Yerevan, 07 June 2017 – Between 1990 and 2015, there has been impressive progress in human development, but in almost every country, vulnerable groups, such as women and girls, people with disabilities, migrants and refugees, and ethnic minorities face disadvantages that often overlap and reinforce one another, making it harder to catch up with others who enjoy higher standards of living. Global reforms on governance of multilateral institutions, strengthening global civil society, and on better regulation of global markets are critical to achieve genuinely universal development.
These are the key findings of the Human Development Report 2016 entitled ‘Human Development for Everyone, presented at UNDP in Armenia with participation of Bradley Busetto, UN Resident Coordinator, UNDP Resident Representative in Armenia, and Vache Gabrielyan, RA Deputy Prime Minister, Minister of International Economic Integration and Reforms.

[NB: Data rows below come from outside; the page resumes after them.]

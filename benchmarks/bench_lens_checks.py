"""Time the lens model, rubric alignment, excluded-attribute and cutoff checks at several sizes.

Run: .venv/bin/python benchmarks/bench_lens_checks.py
Not a test; prints one line per size.
"""

import sys
import time
from pathlib import Path

import numpy as np
import pandas as pd

sys.path.insert(0, str(Path(__file__).resolve().parents[1]))

from calibrate.lens.cutoffs import cutoff_check  # noqa: E402
from calibrate.lens.model import lens_model  # noqa: E402
from calibrate.lens.rubric import excluded_check, rubric_alignment  # noqa: E402
from tests.simulated_panels import linear_panel  # noqa: E402


def main():
    for n_raters, per_rater in [(15, 100), (50, 300), (200, 500)]:
        rng = np.random.default_rng(0)
        panel = linear_panel(rng, n_cases=4 * per_rater, n_raters=n_raters, per_rater=per_rater,
                             weights=np.array([0.05, 0.4, 0.3, 0.2, -0.2]), noise=1.0, categorical=True)
        ids = list(panel.design.case_ids)
        criterion = pd.Series(panel.design.matrix[:, :3] @ [0.05, 0.3, 0.3] + rng.standard_normal(len(ids)),
                              index=ids)
        excluded = pd.DataFrame({"age": rng.normal(size=len(ids)),
                                 "region": rng.choice(["a", "b", "c"], len(ids))}, index=ids)
        timings = {}
        for name, call in [
            ("lens", lambda: lens_model(panel.design, panel.first, criterion)),
            ("alignment", lambda: rubric_alignment(panel.design, panel.first, {"grades": .5, "essay": .5})),
            ("excluded", lambda: excluded_check(panel.design, panel.first, excluded)),
            ("excluded_binary", lambda: excluded_check(
                panel.design, panel.first.assign(judgment=(panel.first.judgment > 7).astype(float)),
                excluded, scale="binary")),
            ("cutoff_999", lambda: cutoff_check(panel.design, panel.first, rng=1, n_sim=999)),
        ]:
            start = time.perf_counter()
            call()
            timings[name] = time.perf_counter() - start
        print(f"{n_raters} raters x {per_rater} cases: "
              + ", ".join(f"{k} {v:.2f}s" for k, v in timings.items()))


if __name__ == "__main__":
    main()
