def analyse_phase(table: JudgmentTable, ph: PhaseData, phase_index: int, *, seed: int,
                  n_boot: int = 1000, progress=None, full_extras: bool = False) -> PhaseAnalyses:
    """Run every analysis of one phase."""
    spec = table.spec
    design = table.phase_design(ph)  # this phase's cases: fill values and lens environment per phase
    scale = spec.judgment
    kind, lo, hi = scale.kind, scale.min, scale.max
    # With [judgment] repeats = "all" every policy-based analysis reads each case's mean
    # judgment over its presentations (DEVELOPERS.md, "Cases shown many times": the mean's OLS
    # standard errors count cases, and covered 95% where cluster-robust ones did not);
    # agreement, severity and the per-file view keep each rater's first reading.
    fit_first = ph.first.loc[ph.first["rater"].isin(ph.fit_raters), ["rater", "case", "case_mean"]]
    fit_first = fit_first.rename(columns={"case_mean": "judgment"}).reset_index(drop=True)
    complete = set(np.asarray(design.case_ids)[design.complete_rows()])
    fit_first = fit_first.loc[fit_first["case"].isin(complete)].reset_index(drop=True)
    if not spec.cues:  # agreement-only study: every analysis that models judgments on cues is left out
        fit_first = fit_first.iloc[:0]
    first = ph.first[["rater", "case", "judgment"]]
    step = progress or (lambda name: None)

    # Every tested flag of the phase is decided in one Holm family (control_chance_flags);
    # the Monte Carlo tests must reach p-values below alpha / m to be able to flag at all.
    n_tests = planned_tests(fit_first["rater"].nunique(), sequence=spec.role("sequence") is not None,
                            n_excluded=len(spec.excluded), repeats=len(ph.repeats) > 0)
    resolution = CHANCE_ALPHA / max(n_tests, 1)
    step("policies")
    means = ph.repeat_mode == "all" and bool((ph.first["shown"] > 1).any())
    # means of whole steps (or shares of 0/1 decisions) are fitted as continuous judgments
    fit_kind = "continuous" if means else kind
    ordinal = fit_kind == "ordinal"  # its ends give the curvature test a scale-aware null
    policies = (fit_policies(design, fit_first, scale=fit_kind, scale_min=lo if ordinal else None,
                             scale_max=hi if ordinal else None, n_boot=n_boot,
                             rng=_rng(seed, phase_index, "policy"),
                             curvature_resolution=resolution, scale_down=not full_extras)
                if len(fit_first) else None)
    step("test-retest")
    retest_set = retest(ph.repeats, scale=kind, scale_min=lo, scale_max=hi)
    if ph.repeat_mode == "all" and len(ph.presentations):
        over = presentation_consistency(ph.presentations, rng=_rng(seed, phase_index, "presentations"))
        if over:
            every_pair = retest(presentation_pairs(ph.presentations), scale=kind, scale_min=lo, scale_max=hi)
            retest_set = over_presentations(retest_set, every_pair, over)
    step("agreement")
    several = first["rater"].nunique() >= 2
    agreement = (panel_agreement(first, scale=kind, scale_min=lo, scale_max=hi,
                                 rng=_rng(seed, phase_index, "agreement"), full_extras=full_extras)
                 if several else None)
    peers = agreement_with_panel(first) if several else None
    sev = severity(first, scale=kind, scale_min=lo, scale_max=hi) if several else None
    gstudy = (generalizability(first, cut_off=scale.cut_off, rng=_rng(seed, phase_index, "gstudy"))
              if several else None)
    files = file_view(first, sev, cut_off=scale.cut_off) if sev is not None else None
    lens = alignment = excluded = None
    if table.criterion is not None and len(fit_first):
        step("lens model")
        lens = lens_model(design, fit_first, table.criterion,
                          criterion_selected=spec.criterion_only_for_selected,
                          rubric=spec.rubric, n_boot=n_boot, rng=_rng(seed, phase_index, "lens"),
                          scale_down=not full_extras)
    if spec.rubric and len(fit_first):
        alignment = rubric_alignment(design, fit_first, spec.rubric, basis=spec.rubric_basis)
    if spec.excluded and len(fit_first):
        step("excluded attributes")
        excluded = excluded_check(design, fit_first, table.cases[list(spec.excluded)], scale=fit_kind)
    step("cut-off rules")
    cutoff_draws = int(min(max(999, np.ceil(10.0 / resolution) - 1), CUTOFF_MAX_DRAWS))
    cutoffs = (cutoff_check(design, fit_first, rng=_rng(seed, phase_index, "cutoffs"), scale=fit_kind,
                            scale_min=lo, scale_max=hi, n_sim=cutoff_draws, scale_down=not full_extras)
               if len(fit_first) else None)
    drift_result = None
    if spec.role("sequence") is not None and len(fit_first):
        step("drift")
        ordered = ph.ordered.loc[ph.ordered["rater"].isin(ph.fit_raters)
                                 & ph.ordered["case"].isin(complete)].reset_index(drop=True)
        drift_result = drift(design, ordered[["rater", "case", "judgment", "position"]],
                             rng=_rng(seed, phase_index, "drift"), scale_down=not full_extras)
    n_fit = fit_first["rater"].nunique()
    rater_pairs = homogeneity = grouping = None
    if n_fit >= 2:
        step("rater pairs and homogeneity")
        rater_pairs = compare_rater_pairs(design, fit_first)
        homogeneity = policy_homogeneity(design, fit_first, rng=_rng(seed, phase_index, "homogeneity"))
        step("groups")
        grouping = group_raters(design, fit_first, rng=_rng(seed, phase_index, "grouping"),
                                scale_down=not full_extras)
    policies, cutoffs, drift_result, excluded, retest_set, chance = control_chance_flags(
        policies, cutoffs, drift_result, excluded, retest_set)
    verdicts = {}
    if policies is not None:
        retest_of = _items_by_rater(retest_set)
        for pol in policies.raters:
            rt = retest_of.get(pol.rater)
            if rt is None or not np.isfinite(rt.r):
                continue
            r_tt, r_tt_ci = rt.r, (rt.r_ci_low, rt.r_ci_high)
            if rt.measure != "first_repeat_r":
                # over presentations the bound is read from ICC(C,1), whose F interval covers
                r_tt, r_tt_ci = rt.icc_c1, (rt.icc_c1_ci_low, rt.icc_c1_ci_high)
            m = 1.0
            if means:
                # R_s is fitted to case means, so its ceiling is the reliability of a mean of
                # the presentations (Spearman-Brown at the harmonic mean of showings per case)
                shown = ph.first.loc[(ph.first["rater"] == pol.rater) & ph.first["case"].isin(complete), "shown"]
                m = harmonic_presentations(shown.to_numpy(float))
                r_tt, r_tt_ci = spearman_brown(r_tt, m), tuple(spearman_brown(v, m) for v in r_tt_ci)
            verdicts[pol.rater] = replace(
                consistency_verdict(pol.r, r_tt, r_tt_ci=r_tt_ci, r_s_ci=tuple(pol.r_ci)),
                policy_on_means=means, presentations_per_case=m)
    return PhaseAnalyses(phase=ph.label, policies=policies, retest=retest_set, agreement=agreement,
                         peer_agreement=peers,
                         severity=sev, gstudy=gstudy, files=files, lens=lens, alignment=alignment,
                         excluded=excluded, cutoffs=cutoffs, drift=drift_result, rater_pairs=rater_pairs,
                         homogeneity=homogeneity, grouping=grouping, verdicts=verdicts,
                         chance_flags=chance)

The vision in the Report draws from and builds on the 2030 Agenda for Sustainable Development and its 17 Sustainable Development Goals (SDGs) that the 193 UN member states endorsed in 2015. The Report calls for the provision of decent jobs and access to basic services, and recognizes the importance of giving vulnerable groups greater participation, autonomy and voice in decision-making processes.
“The concept of human development puts people at the center of development, both as its drivers and its beneficiaries. Despite huge overall progress, 200 million people worldwide are still unemployed, 73 million of whom are young people. In 2015, 65 million people were forced out of their homes due to conflicts – the most since the Second World War. To tackle these challenges, it is necessary to put human rights and inclusivity - the bedrocks of human development - at the forefront of polices to empower those left behind. Agenda 2030 and the SDGs provide the best framework, both at global and national levels, to make sure that we leave no one behind,” said Bradley Busetto, UN RC/UNDP RR in Armenia.
Europe and the Commonwealth of Independent States (CIS) region has the highest Human Development Index (HDI) among developing regions. The HDI is a summary measure for assessing progress in three basic dimensions of human development: a long and healthy life, access to knowledge, and a decent standard of living. The region is also the least unequal among the developing ones with only a 13 percent loss in its HDI score due to inequality. Despite having enjoyed relatively high levels of well-being, the Report argues that the region could see inequalities and exclusion sharply rise if measures are not taken to protect vulnerable groups from unemployment, discrimination and other shocks.
Armenia’s HDI value for 2015 is 0.743, which put the country in the high human development category, positioning it at 84 out of 188 countries and territories. Between 1990 and 2015, Armenia’s HDI value increased by 17.2 percent, life expectancy at birth increased by 7.0 years, and expected years of schooling by 2.0 years, while the country’s Gross National Income per capita registered an increase of about 122.0 percent.
Armenia’s HDI value is below the average of 0.746 for countries in the high human development group and below the average of 0.756 for countries in Europe and Central Asia. Armenia’s immediate neighbors – Iran, Georgia, Turkey and Azerbaijan, have HDIs ranked 69, 70, 71 and 78 respectively, while the Russian Federation is ranked 49th.
In 2010, the Inequality-adjusted Human Development Index (IHDI) was introduced, which is the HDI ‘discounted’ for inequalities. Armenia is in a better position in IHDI rankings: when the value is discounted for inequality, Armenia’s HDI falls to 0.674, a loss of 9.3 percent due to inequality. The average loss due to inequality for high HDI countries is 20 percent and for Europe and Central Asia it is 12.7 percent.
In terms of gender-based inequalities in reproductive health, empowerment, and economic activity, Armenia is ahead of its neighbors, with a Gender Inequality Index value of 0.293, ranking 61st out of 159 countries. 10.7 percent of parliamentary seats are held by women, and 98.5 percent of adult women have reached at least a secondary level of education compared to 98.1 percent of their male counterparts. Female participation in the labour market is 54.9 percent compared to 73.6 for men.
The five frontrunners in the 2015 global HDI rankings are Norway, Australia, Switzerland, Germany and Denmark. At the bottom of the HDI rankings are Central African Republic, Niger, Chad, Burkina Faso and Burundi.